# Entrada de microfono como entrada de audio



## deniel144 (Abr 5, 2009)

hola tengo un equipo antiguo que tiene una entra de microfono estereo (son dos entradas), mi pregunta es que si la puedo usar como una entrada de audio ya que me gustaria conectarlo a mi pc sin tener que modificar nada adentro. 

slaudos


----------



## Fogonazo (Abr 5, 2009)

Se puedes.
Pero sería conveniente atenuar la señal unas 50 veces como para no saturar la entrada.
Puedes hacer un divisor resistivo con 2 resistencias, 1 de 100KΩ  en serie con otra de 2200Ω.
De la unión de ambas mandas a tu entrada de micrófono.
La punta libre de la de 100kΩ va a tu PC y la punta libre de la de 2200Ω  a GND que es común a la PC y al equipo, esto para cada canal.
La señal la tomas de tu PC en la salida de "Linea"


----------



## deniel144 (Abr 5, 2009)

gracias por la respuesta leyendo comprendi que es algo asi por canal



una sola consulta seria conveniente con resistencia de metal film? o no hay variaciones de calidad

eso 
saludos


----------



## RaFFa (Abr 5, 2009)

amigo,lo has puesto justo al reves de como ha dicho fogonazo.cambia la salida de pc por la entrada de micro y te andara de lujo.


----------



## Fogonazo (Abr 5, 2009)

RaFFa dijo:
			
		

> amigo,lo has puesto justo al reves de como ha dicho fogonazo.cambia la salida de pc por la entrada de micro y te andara de lujo.


Esta bien como lo dibujo.

Edit: 
No es indispensable, pero si consigues "Metal Film" mejor


----------



## deniel144 (Abr 5, 2009)

ok gracias


----------



## Josefe17 (Abr 15, 2010)

y si quieres convertir de estéreo a mono??

Josefe17


----------



## DOSMETROS (Abr 15, 2010)

Otra resistencia de 100K conectada por un lado a la salida de la PC y por el otro lado entre la otra de 100K y la de 2.2K (entrada micro)

Saludos.


----------



## Fulgore1 (Abr 27, 2013)

Hola a toda la comunidad, que tal? Deseo utilizar una entrada de micrófono (de un amplificador antigüo que no posee otras entradas) como entrada de audio convencional. Luego de leer el thread Entrada de microfono como entrada de audio respondido por Fogonazo mi duda es la siguiente:
¿Es necesario agregar algun/os capacitor/es de unos pocos pF para los agudos?

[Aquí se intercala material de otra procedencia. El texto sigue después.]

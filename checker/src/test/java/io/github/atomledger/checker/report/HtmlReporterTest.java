package io.github.atomledger.checker.report;

import static org.assertj.core.api.Assertions.assertThat;

import io.github.atomledger.checker.engine.RunResult;

import java.io.StringReader;
import java.nio.file.Files;
import java.nio.file.Path;
import java.util.Set;
import java.util.TreeSet;
import java.util.regex.Matcher;
import java.util.regex.Pattern;
import java.util.stream.Stream;
import javax.xml.parsers.DocumentBuilderFactory;
import org.junit.jupiter.api.BeforeAll;
import org.junit.jupiter.api.Test;
import org.w3c.dom.Document;
import org.xml.sax.InputSource;

/** The HTML report on the demo: well-formed, self-contained, with summaries, cards and pictures. */
class HtmlReporterTest {

    static final Path OUT = Path.of("target", "reports-demo");
    static RunResult result;
    static String html;

    @BeforeAll
    static void writeDemoReport() throws Exception {
        result = DemoReports.runMapped();
        DemoReports.writeAll(result, OUT, MappingSource.FROM_ENGINE);
        html = Files.readString(OUT.resolve("report.html"));
    }

    static Document parse(String text) throws Exception {
        DocumentBuilderFactory f = DocumentBuilderFactory.newDefaultInstance();
        f.setFeature("http://apache.org/xml/features/disallow-doctype-decl", false);
        f.setFeature("http://apache.org/xml/features/nonvalidating/load-external-dtd", false);
        f.setExpandEntityReferences(false);
        return f.newDocumentBuilder().parse(new InputSource(new StringReader(text)));
    }

    @Test
    void isWellFormedXmlWithOneArticlePerReaction() throws Exception {
        Document doc = parse(html);
        assertThat(doc.getDocumentElement().getTagName()).isEqualTo("html");
        assertThat(doc.getElementsByTagName("article").getLength()).isEqualTo(result.models().get(0).reactions().size());
        assertThat(html).startsWith("<!DOCTYPE html>");
    }

    @Test
    void fetchesNothingAndRunsNoScript() {
        assertThat(html).doesNotContain("<script").doesNotContain("http://localhost")
                .doesNotContainPattern("(src|href)=\"https?:")
                .doesNotContain("@import").doesNotContain("url(http");
    }

    @Test
    void styleSheetNeedsNoEscapingBecauseHtmlReadsStyleAsRawText() {
        String css = html.substring(html.indexOf("<style>") + 7, html.indexOf("</style>"));
        assertThat(css).doesNotContain("&").doesNotContain("<").doesNotContain(">").contains("#sev-all:checked");
    }

    @Test
    void drawsTheEnginesAtomMapsAndSaysWhyOthersHaveNone() throws Exception {
        long withMap = result.models().get(0).reactions().stream().filter(r -> r.mapping() != null
                && r.mapping().hasMap()).count();
        assertThat(withMap).isGreaterThan(20);
        assertThat(html).contains("id=\"m0-R_FBA\"");
        Matcher m = Pattern.compile("style=\"--pic:url\\(pictures/([0-9a-f]{32}\\.svg)\\);").matcher(html);
        Set<String> files = new TreeSet<>();
        long pictures = 0;
        while (m.find()) {
            pictures++;
            files.add(m.group(1));
        }
        assertThat(pictures).as("one picture per map").isEqualTo(withMap);
        for (String f : files) {
            String svg = Files.readString(OUT.resolve("pictures").resolve(f));
            assertThat(svg).startsWith("<?xml").contains("#indices:target");
            assertThat(html).contains("--pic-idx:url(pictures/" + f + "#indices)");
        }
        try (Stream<Path> all = Files.list(OUT.resolve("pictures"))) {
            assertThat(all.count()).as("nothing but the pictures the page shows").isEqualTo(files.size());
        }
        assertThat(html).contains("id=\"show-idx\"").doesNotContain("<img");
        // Issue #13: coloured carbons carry their labels always; unchanged cofactors are muted.
        String allSvg = files.stream().map(f -> {
            try {
                return Files.readString(OUT.resolve("pictures").resolve(f));
            } catch (java.io.IOException e) {
                throw new java.io.UncheckedIOException(e);
            }
        }).collect(java.util.stream.Collectors.joining());
        assertThat(allSvg).containsPattern("class='muted[^']*' opacity='0\\.3'");
        assertThat(html).as("exchange reactions are not mapped").contains("Not attempted: ");
    }

    @Test
    void showsEquationNamesIdsAndTheBalanceTable() {
        assertThat(html).contains("fructose-bisphosphate aldolase").contains("<code>fdp_c</code>")
                .contains("reactants").contains("products");
    }

    @Test
    void mappedReportIsByteStableAndMatchesTheJsonSchema() throws Exception {
        assertThat(new HtmlReporter().toHtml(result)).isEqualTo(html);
        assertThat(JsonSchemas.errors(JsonSchemas.report(), new JsonReporter().toJson(result))).isEmpty();
        assertThat(JsonSchemas.errors(JsonSchemas.sarif(), new SarifReporter().toSarif(result))).isEmpty();
    }

    @Test
    void rendersWithoutMappingData() throws Exception {
        String plain = new HtmlReporter(MappingSource.NONE).toHtml(result);
        parse(plain);
        assertThat(withoutTraces(plain)).doesNotContain("<img").doesNotContain("--pic:")
                .contains("No atom map for this reaction: balance only.");
    }

    /** The page without its carbon-trace section (issue #14), which draws from the traces, not the mapping source. */
    private static String withoutTraces(String page) {
        int start = page.indexOf("<section class=\"traces\"");
        return start < 0 ? page : page.substring(0, start) + page.substring(page.indexOf("</section>", start) + 10);
    }
}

¿Que opinan del siguiente circuito Reverse RIAA Equaliser? ¿Podría ser útil para mi propósito?

Muchas Gracias.


----------



## DOSMETROS (Abr 27, 2013)

El primero va perfecto , el segundo no te sirve


----------



## Fulgore1 (Abr 28, 2013)

Muchas Gracias por la pronta respuesta *DOSMETROS*. He leído su respuesta en el thread Entrada de microfono como entrada de audio:



> Otra resistencia de 100K conectada por un lado a la salida de la PC y por el otro lado entre la otra de 100K y la de 2.2K (entrada micro)
> 
> Saludos.



¿Es correcto el siguiente circuito?





Muchas Gracias.
Saludos.


----------



## DOSMETROS (Abr 28, 2013)

Si , me gusta


----------



## Fulgore1 (Abr 28, 2013)

Gracias *DOSMETROS*. El circuito está diseñado en Visio  Me surgió una duda en base a la siguiente idea:

1) Conectar un canal de la salida estéreo a la entrada de micrófono con sus respectivas resistencias.

2) Conectar el otro canal de la salida estéreo (sin resistencia) a un auricular estéreo con los altavoces en paralelo (en mi caso particular, cada altavoz tiene una impedancia de 22 ohmios, en paralelo serían 11 ohmios).

¿Existiría algún inconveniente y/o contraindicación?

Gracias.
Saludos.


----------



## DOSMETROS (Abr 28, 2013)

Fulgore1 dijo:


> 2) Conectar el otro canal de la salida estéreo (sin resistencia) a un auricular estéreo con los altavoces en paralelo (en mi caso particular, cada altavoz tiene una impedancia de 22 ohmios, en paralelo serían 11 ohmios).
> ¿Existiría algún inconveniente y/o contraindicación?


 
Si es una salida de bastante potencia vas a cocinar los auriculares "de 11 Ohms" y las orejas  , mejor ponerlas en serie (22 Ohms) o dejalas en paralelo a 11 y ponele en serie 100 Ohms 

Saludos !


----------



## Fulgore1 (Abr 28, 2013)

Ok, entendido . Muchas Gracias. A todo esto, nunca mencioné la fuente de audio  Es la salida de auriculares de la placa de sonido de la PC.

Saludos.


----------



## DOSMETROS (Abr 28, 2013)

Entonces no tenés problemas y posiblemente puedas achicar las de 100 k a 10 K , habría que probar.


----------



## Fulgore1 (Abr 28, 2013)

Si, justo estaba pensando en disminuir el valor de la resistencias de 100K a un valor menor. Muchas Gracias por tu ayuda *DOSMETROS*.

Saludos.


----------